SIMD/Uses/Conversion

< SIMD

In multimedia coding, converting data types is not uncommon. For instance, in JPEG and MPEG the reference DCT is operating on double precision intermediates, but the resulting coefficients are stored as integer values. Converting floating point values to integer types looks innocent enough written in C:

int i;
double d = 0.99;
i = (int) d;

The resulting value for i is 0, as casting in C will truncate any positions after the decimal point -- no rounding will occur. The same is true for JavaScript. (In JavaScript, the bitwise operators such as | will trigger an integer conversion.)

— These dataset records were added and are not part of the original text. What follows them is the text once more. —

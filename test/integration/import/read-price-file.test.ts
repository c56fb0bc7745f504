import { writeFileSync } from 'node:fs';
import { join } from 'node:path';
import { describe, expect, it } from 'vitest';
import { readPriceFile, type ParsedPriceFile } from '../../../src-main/io/read-price-file.js';
import { validatePrices } from '../../../src-main/io/validate-prices.js';
import { isoFromDay } from '../../../src-main/store/days.js';
import { useTempDir } from '../store/temp-dir.js';

const tempDir = useTempDir();

function file(text: string): string {
  const path = join(tempDir(), 'prices.csv');
  writeFileSync(path, text);
  return path;
}

/** The dates on which asset k has a price, and those prices. */
const dates = (p: ParsedPriceFile, k: number) =>
  Array.from(p.days, isoFromDay).filter((_, i) => !Number.isNaN(p.assets[k].closes[i]));
const closes = (p: ParsedPriceFile, k: number) => Array.from(p.assets[k].closes).filter((v) => !Number.isNaN(v));

describe('price file detection', () => {
  it('reads a wide comma file with ISO dates', async () => {
    const p = await readPriceFile(file('date,EQ1,BD1\n2025-01-02,100.5,50\n2025-01-03,101,\n'));
    expect([p.form, p.delimiter, p.decimal, p.dateOrder]).toEqual(['wide', ',', 'point', 'iso']);
    expect(p.assets.map((a) => a.id)).toEqual(['EQ1', 'BD1']);
    expect(Array.from(p.assets[0].closes)).toEqual([100.5, 101]);
    expect(validatePrices(p).assets[1].emptyCells).toBe(1);
  });

  it('reads a long semicolon file with decimal commas and day-first dates (a day above 12 shows the order)', async () => {
    const p = await readPriceFile(
      file('date;asset;close\r\n02/01/2025;EQ1;100,5\r\n13/01/2025;EQ1;101,25\r\n02/01/2025;BD1;50\r\n'),
    );
    expect([p.form, p.delimiter, p.decimal, p.dateOrder]).toEqual(['long', ';', 'comma', 'day-first']);
    expect(dates(p, 0)).toEqual(['2025-01-02', '2025-01-13']);
    expect(closes(p, 0)).toEqual([100.5, 101.25]);
  });

  it('reads month-first dates when a second part above 12 shows it, tab separated, with long columns in any order', async () => {
    const p = await readPriceFile(file('asset\tclose\tdate\nEQ1\t7\t01/02/2025\nEQ1\t8\t01/31/2025\n'));
    expect([p.form, p.delimiter, p.dateOrder]).toEqual(['long', '\t', 'month-first']);
    expect(dates(p, 0)).toEqual(['2025-01-02', '2025-01-31']);
  });

  it('flags a file whose dates read both ways as ambiguous, and reads it once the user chooses', async () => {
    const text = 'date,EQ1\n03/04/2025,1\n04/04/2025,2\n';
    const p = await readPriceFile(file(text));
    expect(p.dateOrder).toBe('ambiguous');
    const report = validatePrices(p);
    expect(report.ok).toBe(false);
    expect(report.problems[0].message).toMatch(/both day-first and month-first.*--date-order/);
    const chosen = await readPriceFile(file(text), { dateOrder: 'month-first' });
    expect(dates(chosen, 0)).toEqual(['2025-03-04', '2025-04-04']);
    expect(validatePrices(chosen).ok).toBe(true);
  });

  it('keeps quoted cells whole: a decimal comma inside quotes in a comma-separated file', async () => {
    const p = await readPriceFile(file('date,"EQ1",BD1\n2025-01-02,"100,5","50,25"\n'));
    expect(p.decimal).toBe('comma');
    expect(Array.from(p.assets[0].closes)).toEqual([100.5]);
    expect(Array.from(p.assets[1].closes)).toEqual([50.25]);
  });

  it('reads a row scanned in place exactly as the same row split with quotes', async () => {
    const rows = ['2025-01-02,100.125,,7', '2025-01-03,1e2, 3.5 ,x', '2025-01-06,-0,12345678901234567,0.1'];
    const plain = await readPriceFile(file(['date,A,B,C', ...rows].join('\n')));
    const quoted = await readPriceFile(
      file(['date,A,B,C', ...rows.map((r) => r.replace(/^([^,]*),/, '"$1",'))].join('\n')),
    );
    expect(plain.assets).toEqual(quoted.assets);
    expect(closes(plain, 1)).toEqual([3.5, Number('12345678901234567')]);
    const report = validatePrices(plain);
    expect(report.assets[2].unparseable.map((c) => [c.line, c.column, c.message])).toEqual([
      [3, 4, "'x' is not a number (like 101.25)"],
    ]);
    expect(report.assets[0].nonPositive.map((c) => [c.line, c.column])).toEqual([[4, 2]]);
  });

  it('refuses a header that is neither form, naming line 1 and the column', async () => {
    await expect(readPriceFile(file('day,EQ1\n2025-01-02,1\n'), { file: 'p.csv' })).rejects.toMatchObject({
      location: { file: 'p.csv', line: 1, column: 1 },
    });
    await expect(readPriceFile(file('date,EQ1,EQ1\n'), { file: 'p.csv' })).rejects.toMatchObject({
      location: { line: 1, column: 3 },
      message: "asset 'EQ1' appears twice in the header",
    });
  });
});

describe('validation report per asset', () => {
  it('counts rows, first and last date, missing weekdays, and lists bad cells with line and column', async () => {
    const text = [
      'date,EQ1,BD1',
      '2025-01-02,100,10', // Thursday
      '2025-01-03,n/a,10', // line 3: not a number
      '2025-01-08,102,0', // line 4: Monday 6th and Tuesday 7th missing; non-positive
      '2025-01-08,103,11', // line 5: repeated date (the row is not kept)
      '2025-01-09,140,11', // +37.3% after 102: suspicious
    ].join('\n');
    const r = validatePrices(await readPriceFile(file(text), { file: 'p.csv' }));
    const [eq, bd] = r.assets;
    expect(eq).toMatchObject({ asset: 'EQ1', rowsRead: 3, firstDate: '2025-01-02', lastDate: '2025-01-09', ok: false });
    expect(eq.unparseable).toEqual([{ line: 3, column: 2, message: "'n/a' is not a number (like 101.25)" }]);
    expect(r.problems).toEqual([{ line: 5, column: 1, message: 'date 2025-01-08 repeats the date of line 4' }]);
    // Weekdays 2..9 Jan: 2,3,6,7,8,9 = 6; EQ1 has 2, 8, 9 (3 is unreadable): 3 missing.
    expect(eq.missingDays).toBe(3);
    expect(eq.suspiciousMoves.map((m) => [m.date, m.line, m.column])).toEqual([['2025-01-09', 6, 2]]);
    expect(bd.nonPositive).toEqual([{ line: 4, column: 3, message: 'a price must be above zero' }]);
    expect(r.ok).toBe(false);
    expect(r.problemCount).toBe(3);
  });

  it('reports a row with the wrong number of cells and an unreadable date with their line', async () => {
    const r = validatePrices(await readPriceFile(file('date,EQ1\n2025-01-02,1,2\n2025-02-30,1\nsoon,1\n')));
    expect(r.problems).toEqual([
      { line: 2, column: 3, message: 'expected 2 cells as in the header, found 3' },
      { line: 3, column: 1, message: 'no such calendar date' },
      { line: 4, column: 1, message: "'soon' is not a date (expected YYYY-MM-DD, DD/MM/YYYY or MM/DD/YYYY)" },
    ]);
  });

  it('streams a file larger than one read chunk and reports progress up to the whole size', async () => {
    const lines = ['date,A,B'];
    for (let d = 0; d < 60000; d++) lines.push(`${isoFromDay(10000 + d)},${100 + (d % 7)}.125,${50 + (d % 3)}.5`);
    const path = file(lines.join('\n') + '\n');
    const seen: number[] = [];
    const p = await readPriceFile(path, { onProgress: (x) => seen.push(x.bytesRead / x.totalBytes) });
    expect(p.dataRows).toBe(60000);
    expect(p.assets[1].closes[59999]).toBe(50 + (59999 % 3) + 0.5);
    expect(p.days.length).toBe(60000);
    expect(seen.length).toBeGreaterThan(1);
    expect(seen.at(-1)).toBe(1);
  });

  it('stops reading when cancelled', async () => {
    const lines = ['date,A'];
    for (let d = 0; d < 200000; d++) lines.push(`${isoFromDay(d)},1`);
    const path = file(lines.join('\n'));
    const controller = new AbortController();
    await expect(
      readPriceFile(path, { signal: controller.signal, onProgress: () => controller.abort() }),
    ).rejects.toThrow(/cancelled/);
  });
});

To get proper rounding, following approach is often employed:

if(d > 0) {
   i = (int) d + 0.5;
} else {
   i = (int) d - 0.5;
}

often written in a more compact fashion using a ternary operator:

i = (int) d > 0 ? (d + 0.5) : (d - 0.5);

This works, but is not particularly fast: For every value a conditional statement is executed, making the code very "branchy", which is generally disliked by pipelined processor designs. No matter what branch is taken, preceding the type conversion there's an additional arithmetic operation to apply the fitting offset.

SIMD instruction sets like SSE2 have specialized data conversion operations -- including, e.g., conversion of floating point values to integer values with rounding. In the case of SSE2, both scalar and vector values can be converted (i.e., a single value at a time or a vector of values). In the latter case, the conversion does not only avoid costly branches and additional arithmetic operations, but also gives several converted values with a single operation.

Example

From a public domain MPEG encoder (conversion of the DCT-output to integer values):

  for(sptr = sourcematrix,mptr=newmatrix;mptr<newmatrix+BLOCKSIZE;sptr++) {
#ifdef __SSE2__
      *(mptr++) = _mm_cvtsi128_si32(_mm_cvtpd_epi32(_mm_load1_pd(sptr)));
#else
      *(mptr++) = (int) (*sptr > 0 ? (*(sptr)+0.5):(*(sptr)-0.5));
#endif
  }

(mptr is defined as int *mptr, sptr as double *sptr).

If the code is compiled with SSE2 optimization enabled, SSE2 intrinsics are used to load a double value into a SSE2 register, convert the register contents to 32-bit integers, and extract one 32-bit integer that subsequently is written to memory. Although this code only converts one value at a time, the speed increase compared to the traditional conversion approach turns out to be significant.